How Satiating Are the 'Satiety' Peptides: A Problem of Pharmacology versus Physiology in the Development of Novel Foods for Regulation of Food Intake

Abstract

Developing novel foods to suppress energy intake and promote negative energy balance and weight loss has been a long-term but commonly unsuccessful challenge. Targeting regulation of appetite is of interest to public health researchers and industry in the quest to develop 'functional' foods, but poor understanding of the underpinning mechanisms regulating food intake has hampered progress. The gastrointestinal (GI) or 'satiety' peptides including cholecystokinin (CCK), glucagon-like peptide 1 (GLP-1) and peptide YY (PYY) secreted following a meal, have long been purported as predictive biomarkers of appetite response, including food intake.
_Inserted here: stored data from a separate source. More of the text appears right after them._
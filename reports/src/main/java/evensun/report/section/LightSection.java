package evensun.report.section;

import evensun.report.chart.Axis;
import evensun.report.chart.Chart;
import evensun.report.chart.Kind;
import evensun.report.chart.Series;
import evensun.report.figure.Budget;
import evensun.report.figure.Figure;
import evensun.report.figure.LightBar;
import evensun.report.figure.Share;
import evensun.report.figure.Waterfall;
import evensun.report.page.Block;
import evensun.report.page.Section;
import evensun.report.page.Table;
import evensun.report.text.Clip;
import evensun.report.text.Numbers;
import evensun.result.Outcome;
import evensun.result.RunResult;
import java.util.ArrayList;
import java.util.Comparator;
import java.util.List;
import java.util.Optional;
import org.jspecify.annotations.Nullable;

/** Where every mA cm⁻² goes. */
public final class LightSection {

  private LightSection() {}

  /** The section; absent without spectra and currents. */
  public static Optional<Section> of(RunResult result) {
    Optional<Budget> found = Budget.of(result.found());
    List<Block> blocks = new ArrayList<>();
    found.ifPresent(budget -> currents(result, budget, blocks));
    spectra(result, blocks);
    if (blocks.isEmpty()) {
      return Optional.empty();
    }
    String heading = found.map(LightSection::heading).orElse("Where the light goes");
    return Optional.of(new Section("light", "Light", heading, blocks));
  }

  private static String heading(Budget budget) {
    return budget.losses().stream()
        .max(Comparator.comparingDouble(Share::maPerCm2))
        .map(LightSection::costsMost)
        .orElse("Every photon is collected");
  }

  private static String costsMost(Share loss) {
    String what =
        switch (loss.role()) {
          case "reflected" -> "Reflection";
          case "exit" -> "Light " + Clip.to(loss.label(), 50);
          default -> "Absorption in " + Clip.to(loss.label(), 50);
        };
    return what + " costs most: " + Numbers.ma(loss.maPerCm2());
  }

  private static void currents(RunResult result, Budget found, List<Block> blocks) {
    Outcome asDrawn = result.asDrawn();
    @Nullable Budget drawn = asDrawn == null ? null : Budget.of(asDrawn).orElse(null);
    String bars =
        "The available current, split in the order the light meets the layers"
            + (drawn == null ? "." : ": as drawn above, found below.");
    blocks.add(new Block.Picture("fig-light", Figure.of(new LightBar(drawn, found), bars), bars));
    String steps = "From the available current, loss by loss, to what the subcells share, mA cm⁻².";
    blocks.add(new Block.Picture("fig-waterfall", Figure.of(new Waterfall(found), steps), steps));
    blocks.add(new Block.Grid(ledger(drawn, found), false));
  }

  /** The ledger with its total, in the light's order. */
  private static Table ledger(@Nullable Budget drawn, Budget found) {
    Table.Builder table =
        new Table.Builder("table-ledger", "The ledger: every part of the available current");
    table.words("where the light ends").words("kind");
    if (drawn != null) {
      table.numbers("as drawn", Numbers.MA);
    }
    table.numbers("found", Numbers.MA);
    if (found.isStatistical()) {
      table.numbers("±", Numbers.MA);
    }
    if (drawn != null) {
      table.numbers("change", Numbers.MA);
    }
    table.numbers("of available", "%");
    for (Share share : found.shares()) {
      String kind = share.collected() ? "subcell" : "loss";
      table.row(row(share, kind, drawn == null ? null : drawn.of(share.label()), found));
    }
    Share total = new Share("total", "", found.totalMaPerCm2());
    String available = "available " + Numbers.fixed(found.incidentMaPerCm2(), 3);
    table.row(row(total, available, drawn == null ? null : drawn.totalMaPerCm2(), found));
    return table.build(1);
  }

  private static List<String> row(Share share, String kind, @Nullable Double drawn, Budget budget) {
    List<String> cells = new ArrayList<>(List.of(share.label(), kind));
    if (drawn != null) {
      cells.add(Numbers.fixed(drawn, 3));
    }
    cells.add(Numbers.fixed(share.maPerCm2(), 3));
    if (budget.isStatistical()) {
      cells.add(Numbers.standardError(share.standardErrorMaPerCm2()));
    }
    if (drawn != null) {
      cells.add(Numbers.signed(share.maPerCm2() - drawn, 3));
    }
    cells.add(Numbers.fixed(share.maPerCm2() / budget.incidentMaPerCm2() * 100, 2));
    return cells;
  }

  private static void spectra(RunResult result, List<Block> blocks) {
    Outcome found = result.found();
    List<Double> nm = found.spectral().wavelengthNm();
    if (nm.isEmpty()) {
      return;
    }
    List<Series> all = new ArrayList<>(Spectra.subcells(found));
    all.addAll(Spectra.losses(found));
    Chart chart = chart("spectrum", Kind.STACK, "Where the light goes, by wavelength", nm, all);
    if (nm.size() == 1) {
      blocks.add(new Block.Grid(Tables.behind(chart), false));
      return;
    }
    blocks.add(Tables.plot(chart));
    Outcome drawn = result.asDrawn();
    if (drawn != null && drawn.spectral().wavelengthNm().equals(nm)) {
      List<Series> both = new ArrayList<>(Spectra.subcells(found));
      Spectra.subcells(drawn)
          .forEach(s -> both.add(new Series(s.label() + ", as drawn", s.role(), true, s.values())));
      blocks.add(
          Tables.plot(
              chart(
                  "subcell-spectra",
                  Kind.LINES,
                  "What each subcell absorbs: found, and as drawn (dashed)",
                  nm,
                  both)));
    }
  }

  private static Chart chart(
      String id, Kind kind, String title, List<Double> nm, List<Series> series) {
    Axis x = Axis.linear("wavelength", "nm", nm.get(0), nm.get(nm.size() - 1));
    Axis y = Axis.linear("share of the incident light", "", 0, 1);
    return new Chart(id, kind, title, x, y, nm, series, List.of());
  }
}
Whilst peptide infusion drives a clear change in hunger/fullness and eating behaviour, inducing GI-peptide secretion through diet may not, possibly due to modest effects of single meals on peptide levels. We conducted a review of 70 dietary preload (DIET) and peptide infusion (INFUSION) studies in lean healthy adults that reported outcomes of CCK, GLP-1 and PYY. DIET studies were acute preload interventions. INFUSION studies showed that minimum increase required to suppress ad libitum energy intake for CCK, GLP-1 and PYY was 3.6-, 4.0- and 3.1-fold, respectively, achieved through DIET in only 29%, 0% and 8% of interventions. Whether circulating 'thresholds' of peptide concentration likely required for behavioural change can be achieved through diet is questionable. As yet, no individual or group of peptides can be measured in blood to reliably predict feelings of hunger and food intake. Developing foods that successfully target enhanced secretion of GI-origin 'satiety' peptides for weight loss remains a significant challenge.
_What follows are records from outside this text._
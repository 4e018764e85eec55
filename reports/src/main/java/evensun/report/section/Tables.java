package evensun.report.section;

import evensun.report.chart.Chart;
import evensun.report.chart.Series;
import evensun.report.page.Block.Plot;
import evensun.report.page.Table;
import evensun.report.page.Table.Column;
import evensun.report.text.Numbers;
import java.util.ArrayList;
import java.util.List;

/** The table behind a chart. */
final class Tables {

  private static final int MOST_ROWS = 200;

  private Tables() {}

  /** A chart with its table. */
  static Plot plot(Chart chart) {
    return new Plot(chart, behind(chart));
  }

  /** The numbers of a chart; of very long ones every so many rows, which the caption says. */
  static Table behind(Chart chart) {
    int points = chart.xs().size();
    int every = (points + MOST_ROWS - 1) / MOST_ROWS;
    List<Column> columns = new ArrayList<>();
    columns.add(Column.numbers(chart.x().label(), chart.x().unit()));
    for (Series series : chart.series()) {
      columns.add(Column.numbers(series.label(), chart.y().unit()));
    }
    List<List<String>> rows = new ArrayList<>();
    for (int i = 0; i < points; i += Math.max(1, every)) {
      rows.add(row(chart, i));
    }
    String caption =
        every > 1
            ? chart.title() + " (every " + every + "th of " + points + " rows; the CSV holds all)"
            : chart.title();
    return new Table("table-" + chart.id(), caption, columns, rows, 0);
  }

  private static List<String> row(Chart chart, int i) {
    boolean share = chart.y().min() == 0 && chart.y().max() == 1;
    List<String> row = new ArrayList<>();
    row.add(Numbers.significant(chart.xs().get(i), 6));
    for (Series series : chart.series()) {
      Double value = series.values().get(i);
      row.add(value == null ? "" : cell(value, share));
    }
    return row;
  }

  /** A share of one to four decimals; anything else to four digits where these say nothing. */
  private static String cell(double value, boolean share) {
    return !share && (Math.abs(value) >= 1000 || value != 0 && Math.abs(value) < 1e-4)
        ? Numbers.significant(value, 4)
        : Numbers.fixed(value, 4);
  }
}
Keywords: appetite; cholecystokinin; dietary studies; glucagon-like peptide-1; infusion studies; peptide YY; satiety.

Figure 1

Food intake induces an increase in circulating gastrointestinal peptides CCK, GLP-1 and PYY, as well as parallel increase in satiation and satiety. However, whether these ‘satiety’ peptides in turn elicit a direct physiological effect on aspects of eating behaviour is less well-understood.

Figure 2

Flow diagram of article selection for (a) DIET and (b) INFUSION studies. Some articles reported >1 GI-peptide.

Figure 3

Boxplots showing the (a) baseline concentration, (b) C_max, peak concentration, and (c) fold change of CCK between DIET (N = 620, K = 39) and INFUSION (N = 98, K = 8). The weighted means were significantly different between DIET and INFUSION for all (p < 0.01, all).

Figure 4

Boxplots showing the (a) baseline concentration, and (b) C_max, peak concentration of total GLP-1 between DIET (N = 479, K = 37) and INFUSION (N = 67, K = 6). The weighted means were significantly different between DIET and INFUSION for all (p < 0.01, all).

Figure 5

Boxplots showing the (a) baseline concentration, and (b) C_max, peak concentration of active GLP-1 between DIET (N = 683, K = 29) and INFUSION (N = 81, K = 5). The weighted means were significantly different between DIET and INFUSION for (a) baseline concentration (p < 0.01), but not (b) C_max, peak concentration (p = 0.96).

Figure 6

Boxplots showing fold change of GLP-1 (total and active) between DIET (N = 1162, K = 66) and INFUSION (N = 152, K = 11). The weighted means were significantly different between DIET and INFUSION (p < 0.01).

Figure 7

Boxplots showing (a) baseline concentration, (b) C_max, peak concentration, and (c) fold change of PYY between DIET (N = 804, K = 50) and INFUSION (N = 132, K = 15). The weighted means were significantly different between DIET and INFUSION for all (p < 0.01, all).